Only two downstate senators have electoral foes. Sen. Bruce Ennis, a Democrat first elected to the legislature in 1982, faces a challenge from Craig Pugh, while Republican Sen. Dave Lawson is opposed by Sen. Ennis’ aide, Jaci Hugg.
Republicans are hoping to knock off Democrats and at least close the gap in the chambers, though district demographics are generally not in their favor, and most GOP challengers in 2018 failed to come particularly close to winning.
September’s primary saw several Democratic candidates unseat older and more moderate incumbents, setting up what will probably be the most diverse Delaware legislature in history.
Among the likely newcomers are three Black individuals who pulled off primary upsets in Marie Pinkney, Larry Lambert and Madinah Wilson-Anton. In addition, Ms. Pinkney and Eric Morrison could become the first openly LGBT candidates to win legislative contests, and it’s believed Ms. Wilson-Anton would become the first Muslim lawmaker if she wins.
Also likely to be elected is Sarah McBride, a Democratic activist who would be one of the first openly transgender lawmakers around the country. She is aiming to succeed Harris McDowell, the longest-serving lawmaker in state history, who retired after 44 years in the Senate.
All five are Democrats seeking to represent districts above the canal.
The composition of the legislature has changed tremendously compared to just six years ago, as long-serving incumbents have retired or been defeated: Exactly half of the 62 lawmakers in office at the close of the 147th General Assembly in summer 2014 are guaranteed not to be back in 2021 (counting two representatives who are now senators) when the 151st General Assembly kicks off.

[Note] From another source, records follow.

//! What a kinetics run writes: concentration and photon CSVs, the summary JSON, and plots.

use crate::kinetics::ledger::Ledger;
use crate::kinetics::{Method, Stop, Trajectory};
use crate::model::Model;
use crate::network::Network;
use crate::report::csv_out::{CsvTable, cell, opt_cell};
use crate::report::palette;
use crate::report::timeplot::{self, Curve, Frame, Quantity, TimeAxis, TimePlot};
use plotters::style::RGBColor;
use serde::Serialize;

/// The cautions every report carries.
pub const CAUTIONS: &str = "UV and intense visible light damage eyes and skin; lamps run hot; many photochemical \
feedstocks are toxic. Local regulations and institutional safety practice take precedence.";

/// Assumptions of the kinetics model, stated in every summary.
pub const ASSUMPTIONS: &str = "well-stirred cell; light enters one face and crosses the stated path length; \
absorbances add (Beer–Lambert); transients are collapsed into effective quantum yields; mass-action thermal kinetics";

/// What a run of a network with no light source assumes.
pub const ASSUMPTIONS_DARK: &str = "well-stirred solution; mass-action thermal kinetics";

/// concentrations.csv: time and every species, units in the header.
pub fn concentrations_csv(model: &Model, tr: &Trajectory) -> String {
    let mut bytes = Vec::new();
    let _ = write_concentrations_csv(model, tr, &mut bytes);
    String::from_utf8(bytes).unwrap_or_default()
}

/// [`concentrations_csv`] streamed into `w` row by row.
pub fn write_concentrations_csv(model: &Model, tr: &Trajectory, w: impl std::io::Write) -> std::io::Result<()> {
    let mut header = vec!["time (s)".to_string()];
    header.extend(model.species.iter().map(|n| format!("{n} (mol/L)")));
    let mut t = CsvTable::to_writer(w, header);
    for (time, y) in tr.times.iter().zip(&tr.states) {
        t.row(std::iter::once(cell(*time)).chain(y[..model.n_species()].iter().map(|v| cell(*v))));
    }
    t.flush()
}

/// photons.csv: cumulative photons (einstein) incident, absorbed by each absorber,
/// background, transmitted, and per outcome; and photons per molecule of each product reached
/// through a photochemical step (thermal co-products have no photon cost).
pub fn photons_csv(model: &Model, tr: &Trajectory) -> String {
    let mut bytes = Vec::new();
    let _ = write_photons_csv(model, tr, &mut bytes);
    String::from_utf8(bytes).unwrap_or_default()
}

/// [`photons_csv`] streamed into `w` row by row.
pub fn write_photons_csv(model: &Model, tr: &Trajectory, w: impl std::io::Write) -> std::io::Result<()> {
    let mut header = vec!["time (s)".to_string(), "incident (einstein)".to_string()];
    for a in &model.absorbers {
        header.push(format!("absorbed by {} (einstein)", model.species[*a]));
    }
    header.push("background (einstein)".into());
    header.push("transmitted (einstein)".into());
    for o in &model.outcomes {
        header.push(format!(
            "{}{} (einstein)",
            o.label,
            if o.returns { " [return]" } else { "" }
        ));
    }
    for p in model.photoproducts() {
        header.push(format!("photons per {} (1)", model.species[p]));
    }
    let mut t = CsvTable::to_writer(w, header);
    for (k, (time, y)) in tr.times.iter().zip(&tr.states).enumerate() {
        let l = tr.ledger(model, k);
        let mut row = vec![cell(*time), cell(l.incident)];
        row.extend(l.by_absorber.iter().map(|a| cell(a.absorbed)));
        let bg = l.background();
        let tr_ = l.transmitted();
        row.push(cell(bg));
        row.push(cell(tr_));
        row.extend((0..model.outcomes.len()).map(|o| cell(y[tr.layout.outcome(o)] * model.volume)));
        row.extend(l.products.iter().map(|p| opt_cell(p.photons_per_molecule)));
        t.row(row);
    }
    t.flush()
}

The Senate, in particular, has seen a changing of the guard, going from seven members elected in 1990 or earlier to two in a span of six years. While gray-haired incumbents still hold some power, there’s more youth than perhaps ever before, and the chamber could easily have six legislators in their 30s after Nov. 3.
The General Assembly has seen a distinct shift to the left in recent years, enabling criminal justice reform, expanded voting rights and other Democratic priorities to find success.

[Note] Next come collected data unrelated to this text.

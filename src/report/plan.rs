//! What `plan` and `actinometer` write: text summaries, JSON, sweep CSV and SVG plots, and
//! `[[light]]` blocks for a network file.

use crate::kinetics::Schedule;
use crate::light::{LightKind, LightSource};
use crate::plan::actinometry::{FluxResult, Measured, NetworkFit};
use crate::plan::target::Basis;
use crate::plan::{Days, Direction, Flow, Plan, Tube, Unreachable, Why};
use crate::units::display::{self, ZeroWithin, format_concentration_within};
use crate::units::{format_concentration, format_time, sig};
use serde::Serialize;
use std::fmt::Write;

pub use super::simulation::CAUTIONS;

/// The flow approximation, stated wherever a flow rate is given.
pub const FLOW_APPROXIMATION: &str = "plug flow treated as a batch over the residence time τ = V/Q (no axial \
dispersion, no radial concentration or light gradients beyond Beer–Lambert across the tube); optical path = \
inner diameter; the background absorbance scales with the path (taken as the solvent's; a wall's share would \
not); the sources' photon flux is taken as the flux entering the irradiated tubing";

/// Electrical energy from a wall-plug efficiency.
#[derive(Debug, Clone, Copy, PartialEq, Serialize)]
pub struct Electrical {
    /// Wall-plug efficiency (optical power out / electrical power in).
    pub efficiency: f64,
    /// Electrical power, W.
    pub power: f64,
    /// Electrical energy to the target, J.
    pub energy: f64,
    /// Per mole of the target amount, J/mol.
    pub per_mol: Option<f64>,
}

A blue wave this fall could have the legislature set to legalize marijuana and pass some gun control measures, and raising the minimum wage could also be on the table. More money might be invested in educating underprivileged students, and health care and climate change would likely also be priorities.

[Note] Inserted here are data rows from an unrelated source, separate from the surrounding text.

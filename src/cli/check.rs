//! `photoledger check FILE [--quiet] [--json]`: validate and summarise.

use super::output::{out, outln};
use super::{NetworkArgs, print_json, print_warnings};
use photoledger::uncertainty::evidence;

/// Options of `check`.
#[derive(clap::Args, Debug)]
pub struct CheckArgs {
    #[command(flatten)]
    pub net: NetworkArgs,
    /// Print only the verdict and the problems.
    #[arg(long, short)]
    pub quiet: bool,
    /// Print the validated network as JSON (species, steps, transients, lights, every settable
    /// key with its value and unit, warnings; numbers in SI, each unit named) instead of the text.
    #[arg(long)]
    pub json: bool,
}

pub fn run(args: &CheckArgs) -> photoledger::Result<()> {
    let (loaded, net) = super::load_both(&args.net)?;
    // The [[uncertain]] entries are checked here too, as `uncertainty` reads them.
    let explicit = photoledger::network::uncertain::read(&loaded)?;
    print_warnings(&net);
    if args.json {
        let file = args.net.file.display().to_string();
        return print_json(&photoledger::report::check::network_json(&net, &file));
    }
    if !args.quiet {
        out!("{}", photoledger::report::summary::network_summary(&net))?;
        out!("{}", photoledger::report::check::settable_text(&net))?;
        let entries = evidence::entries(&net, &explicit.iter().collect::<Vec<_>>());
        out!(
            "{}",
            photoledger::report::evidence::uncertain_values(&entries, net.energy_unit)
        )?;
        out!("{}", photoledger::report::levels::check_text(&net))?;
        outln!()?;
    }
    let w = net.warnings.len();
    outln!(
        "valid: {}{}",
        args.net.file.display(),
        if w > 0 {
            format!(" ({w} warning{})", if w == 1 { "" } else { "s" })
        } else {
            String::new()
        }
    )?;
    Ok(())
}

Of the 52 legislative seats up for election this fall, nearly half will be filled without a contest. In other words, 25 individuals, all of whom are incumbents, will be elected on Nov. 3 without facing an opponent in either the primary or general contest.
Democrats have not put up candidates in nine districts, eight of which are in Sussex. Seventeen seats will not have Republican nominees, just two of whom are outside New Castle.
Seven individuals had no opponent in 2018, down from 23 two years prior.
According to Ballotpedia, no state has had a current Democratic trifecta (the governor’s office and both chambers of the legislature controlled by the same party) longer than Delaware.